== Task statement ==
Below are some records; output exactly the lines from the line with "is infeasible. */" to the line with "plant?: PlantDynamics;", both ends kept, and nothing more.

== Data under study ==
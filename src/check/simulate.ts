/**
 * Closed-loop simulation of a table: the plant driven by the table's law u(0), sample by sample,
 * with the online QP solved beside it at every step.
 *
 * At step k the controller sees θ(k), assembled from the table's own θ layout (never re-derived):
 *   state block       ← the measured state x(k) + noise
 *   inputPrev block   ← the input applied at step k−1
 *   reference block   ← r(k) (constant or a piecewise-constant schedule)
 *   disturbance block ← d(k)
 * The plant moves by x(k+1) = A x(k) + B u(k) + Bd d(k), y(k) = C x(k) + Cd d(k) — the nominal
 * model, or a "true" plant of the same dimensions for model mismatch.
 *
 * When θ(k) lies in no region the controller has no law: with `outside: 'hold'` the previous input
 * is held (a common fallback, counted as a step with no region); with `outside: 'stop'` the run ends.
 * Pure: no file access, no printing.
 */
import { randomLcg, randomNormal } from 'd3';
import type { TableFile } from '../table/format.js';
import { applyAffine } from '../table/table.js';
import { clampInputs } from '../table/clamp.js';
import { locateRegion } from '../table/locator.js';
import { tol } from '../tol.js';
import { thetaBlock, type Layout } from '../formulation/layout.js';
import type { Bounds, MpcModel } from '../problem/types.js';

/** Discrete-time plant: x⁺ = A x + B u + Bd d, y = C x + Cd d. */
export interface PlantDynamics {
  A: number[][];
  B: number[][];
  C: number[][];
  /** n×nd, absent or null when the plant has no disturbance input */
  Bd?: number[][] | null;
  /** p×nd */
  Cd?: number[][] | null;
}

export interface Limits {
  input?: Bounds;
  inputRate?: Bounds;
  state?: Bounds;
  output?: Bounds;
}

export interface SignalNames {
  states: string[];
  inputs: string[];
  outputs: string[];
}

/** A piecewise-constant signal: values[i] holds from step steps[i] (ascending, first 0) on. */
export interface Schedule {
  steps: number[];
  values: number[][];
}

/** The law of the online QP at θ (first lawSize entries of z), or null when the QP is infeasible. */
export type OnlineLaw = (theta: ArrayLike<number>) => number[] | null;

export interface SimulationSetup {
  table: TableFile;
  /** the model the table was built for */
  nominal: PlantDynamics;
  /** the plant that actually moves (default: the nominal one) */
  plant?: PlantDynamics;
  /** hard limits: a breach is a violation */
  limits: Limits;
  /** soft state/output limits: a breach is allowed by the formulation, counted apart */
  softLimits?: Pick<Limits, 'state' | 'output'>;
  names: SignalNames;
  /** the online QP, solved at every step beside the table (omit to skip) */
  online?: OnlineLaw;
  steps: number;
  /** reference schedule over the table's reference block (p_t entries) */
  reference?: Schedule;
  /** disturbance schedule (nd entries) */
  disturbance?: Schedule;
  /** Gaussian noise on the measured state: one standard deviation per state, and the seed */
  noise?: { std: number[]; seed: number };
  /** what to do when θ lies in no region (default 'hold') */
  outside?: 'hold' | 'stop';
  /** settling band as a fraction of the parameter box width of the settling signal (default 0.02) */
  settleFraction?: number;
  /** saturate the applied input to the table's input limits (`simulate --clamp`, as `emit --clamp` does in C) */
  clamp?: boolean;
}

export interface StepRecord {
  k: number;
  x: number[];
  y: number[];
  /** θ(k) as the controller saw it */
  theta: number[];
  region: number;
  /** the table's law at θ(k), null when no region holds it */
  uTable: number[] | null;
  /** the online QP's u(0) at θ(k), null when infeasible or not solved */
  uOnline: number[] | null;
  /** the input applied */
  u: number[];
  r: number[];
  d: number[];
}

export interface Violation {
  run: number;
  k: number;
  /** e.g. "x2 <= 1" */
  limit: string;
  value: number;
  excess: number;
}

export interface RunResult {
  run: number;
  records: StepRecord[];
  /** x(steps) after the last step (or at the stop) */
  final: { x: number[]; y: number[] };
  violations: Violation[];
  /** breaches of soft limits (allowed by the formulation, paid for in the cost) */
  softViolations: Violation[];
  noRegionSteps: number;
  onlineInfeasibleSteps: number;
  /** max over steps and inputs of |u_table − u_online| where both exist */
  maxDu: number;
  maxDuStep: number | null;
  ended: 'steps' | 'outside';
  /** y_t − r per tracked output at the end (empty without tracking) */
  offset: number[];
  /** first step from which every settling signal stays inside its band; null when it never does */
  settlingStep: number | null;
}

/** Pull the pieces of θ out by the layout's blocks. */
export function splitTheta(layout: Layout, theta: ArrayLike<number>): { x: number[] | null; uPrev: number[] | null; r: number[]; d: number[] } {
  const take = (kind: 'state' | 'inputPrev' | 'reference' | 'disturbance') => {
    const b = thetaBlock(layout, kind);
    return b ? Array.from({ length: b.size }, (_, i) => theta[b.offset + i]) : null;
  };
  return { x: take('state'), uPrev: take('inputPrev'), r: take('reference') ?? [], d: take('disturbance') ?? [] };
}

function assembleTheta(layout: Layout, ntheta: number, x: number[], uPrev: number[], r: number[], d: number[]): number[] {
  const th = new Array<number>(ntheta).fill(0);
  for (const b of layout.theta) {
    const src = b.kind === 'state' ? x : b.kind === 'inputPrev' ? uPrev : b.kind === 'reference' ? r : b.kind === 'disturbance' ? d : null;
    if (!src) throw new Error(`θ block of kind '${b.kind}' cannot be simulated`);
    // the reference block is r in its own order; the other blocks index their vectors by refersTo
    for (let i = 0; i < b.size; i++) th[b.offset + i] = b.kind === 'reference' ? src[i] : src[b.refersTo[i]];
  }
  return th;
}

const matVec = (M: number[][] | null | undefined, v: number[], rows: number): number[] =>
  Array.from({ length: rows }, (_, i) => (M && M[i] ? M[i].reduce((s, a, j) => s + a * (v[j] ?? 0), 0) : 0));

/** Plant output y = C x + Cd d (p entries, the problem's output units); a new array. */
export function outputOf(plant: PlantDynamics, x: number[], d: number[]): number[] {
  const p = plant.C.length;
  const y = matVec(plant.C, x, p);
  if (plant.Cd && d.length) matVec(plant.Cd, d, p).forEach((v, i) => (y[i] += v));
  return y;
}

/** One sampling period of the plant: x⁺ = A x + B u + Bd d (n entries, state units); a new array. */
export function stepPlant(plant: PlantDynamics, x: number[], u: number[], d: number[]): number[] {
  const n = plant.A.length;
  const xn = matVec(plant.A, x, n);
  matVec(plant.B, u, n).forEach((v, i) => (xn[i] += v));
  if (plant.Bd && d.length) matVec(plant.Bd, d, n).forEach((v, i) => (xn[i] += v));
  return xn;
}

function scheduleAt(s: Schedule | undefined, k: number, fallback: number[]): number[] {
  if (!s || !s.steps.length) return fallback;
  let v = s.values[0];
  for (let i = 0; i < s.steps.length; i++) if (s.steps[i] <= k) v = s.values[i];
  return v;
}

/** Relative margin above which a limit counts as violated: 1e-6 of max(1, |bound|) (rounding of the law, not a breach). */
export const LIMIT_MARGIN = 1e-6;

function checkBounds(b: Bounds | undefined, v: number[], names: string[], prefix: string, run: number, k: number, out: Violation[]): void {
  if (!b) return;
  v.forEach((val, i) => {
    const hi = b.upper[i];
    const lo = b.lower[i];
    const nm = prefix + (names[i] ?? `${i + 1}`);
    if (hi !== null && hi !== undefined && val > hi + LIMIT_MARGIN * Math.max(1, Math.abs(hi)))
      out.push({ run, k, limit: `${nm} <= ${hi}`, value: val, excess: val - hi });
    if (lo !== null && lo !== undefined && val < lo - LIMIT_MARGIN * Math.max(1, Math.abs(lo)))
      out.push({ run, k, limit: `${nm} >= ${lo}`, value: val, excess: lo - val });
  });
}
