/**
 * Large tables (issue: tables that scale). `npm run bench -- bigtable`.
 *
 * 1. Table size per region, full against lean, on the 4-D and 5-D fixtures (first
 *    TESSERA_BENCH_SIZE_REGIONS regions, default 3 000; the first N regions do not depend on N).
 * 2. Evaluation speed on a ~6k-region table (boom-4d-n12, first TESSERA_BENCH_EVAL_REGIONS = 6 000
 *    regions, lean): index build seconds, points/s of the bare locator (`locateAt` on packed points,
 *    the locate step of `tessera evaluate`, target ≥ 10⁶ points/s warm; and `locate`, which also
 *    reports the residual) and of `evaluateTable` on 10⁶ seeded points; then the whole CSV path of `tessera evaluate` on 10⁶ points written with 7
 *    and with 17 significant digits, in this process stage by stage (read, parse, index, locate,
 *    law, format, write) and as a cold CLI process (wall points/s, peak MB), and one cold process
 *    under `node --cpu-prof` summarised as self time per function; each with `--threads 1` and 2 (the
 *    data lines split over two threads, each parsing, locating and formatting its range: the default
 *    on this 2-core machine), at 7 digits also with `--index` (the k-d tree read from the file an
 *    earlier run wrote) on 1 and 2 threads, and on the table a cold `tessera solve --index` wrote
 *    (same fixture and region count) with no index option, its <table>.index read: the first
 *    evaluate after a solve that wrote the index (SUMMARY: "index written at solve"); the locator against the
 *    sequential scan on a few thousand (target ≥ 10⁶ points/s wall). In-process stages print
 *    wall/CPU seconds; each cold CLI run is made with `--times` and its stage line is printed; a
 *    SUMMARY line gives the three measures side by side (warm locate per CPU second and wall, cold
 *    CLI end to end wall and per CPU second).
 * 3. A big table end to end, every stage a cold CLI process under /usr/bin/time (wall seconds,
 *    peak resident MB): a generated mpQP over a 3-D θ whose regions are the cells of an
 *    arrangement of planes (a bank of independent saturating channels, invented) is solved lean up
 *    to TESSERA_BENCH_BIG_REGIONS (default 100 000) or TESSERA_BENCH_BIG_SECONDS (default 1 800)
 *    and written; then `evaluate` reads it back and evaluates 10⁶ points, `map` draws a slice,
 *    `gaps` checks the coverage, `emit` writes C (double, box tree). Target: every stage, the
 *    solve included, within 2 GB. Set
 *    TESSERA_BENCH_BIG_REGIONS=20000 for a run of a few minutes.
 * TESSERA_BENCH_ONLY=evaluate (or sizes, big, comma-separated) runs only those sections.
 * CPU seconds are printed beside wall seconds: the machine is shared, and CPU time is the fairer
 * figure under load (still inflated by contention).
 */
import { closeSync, existsSync, mkdtempSync, openSync, readdirSync, readFileSync, rmSync, statSync, writeFileSync, writeSync } from 'node:fs';
import { spawnSync } from 'node:child_process';
import { tmpdir, loadavg } from 'node:os';
import { join } from 'node:path';
import { loadProblem } from '../../src/problem/index.js';
import { solveProblem } from '../../src/table/solve.js';
import { readTableFile } from '../../src/table/file.js';
import { evaluateTable, locateSequential } from '../../src/table/table.js';
import { regionBoundingBox, tableLocator } from '../../src/table/locator.js';
import { BoxIndex } from '../../src/table/boxindex.js';
import { lpCounter } from '../../src/lp/kernel.js';
import { tol } from '../../src/tol.js';
import { parseTableJson, tableToJson } from '../../src/table/table.js';
import { evaluateCsvBytes, parsePointsFlat } from '../../src/table/points.js';
import type { TableFile } from '../../src/table/format.js';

== Result ==
/** The law of the online QP at θ (first lawSize entries of z), or null when the QP is infeasible. */
export type OnlineLaw = (theta: ArrayLike<number>) => number[] | null;

export interface SimulationSetup {
  table: TableFile;
  /** the model the table was built for */
  nominal: PlantDynamics;
  /** the plant that actually moves (default: the nominal one) */
  plant?: PlantDynamics;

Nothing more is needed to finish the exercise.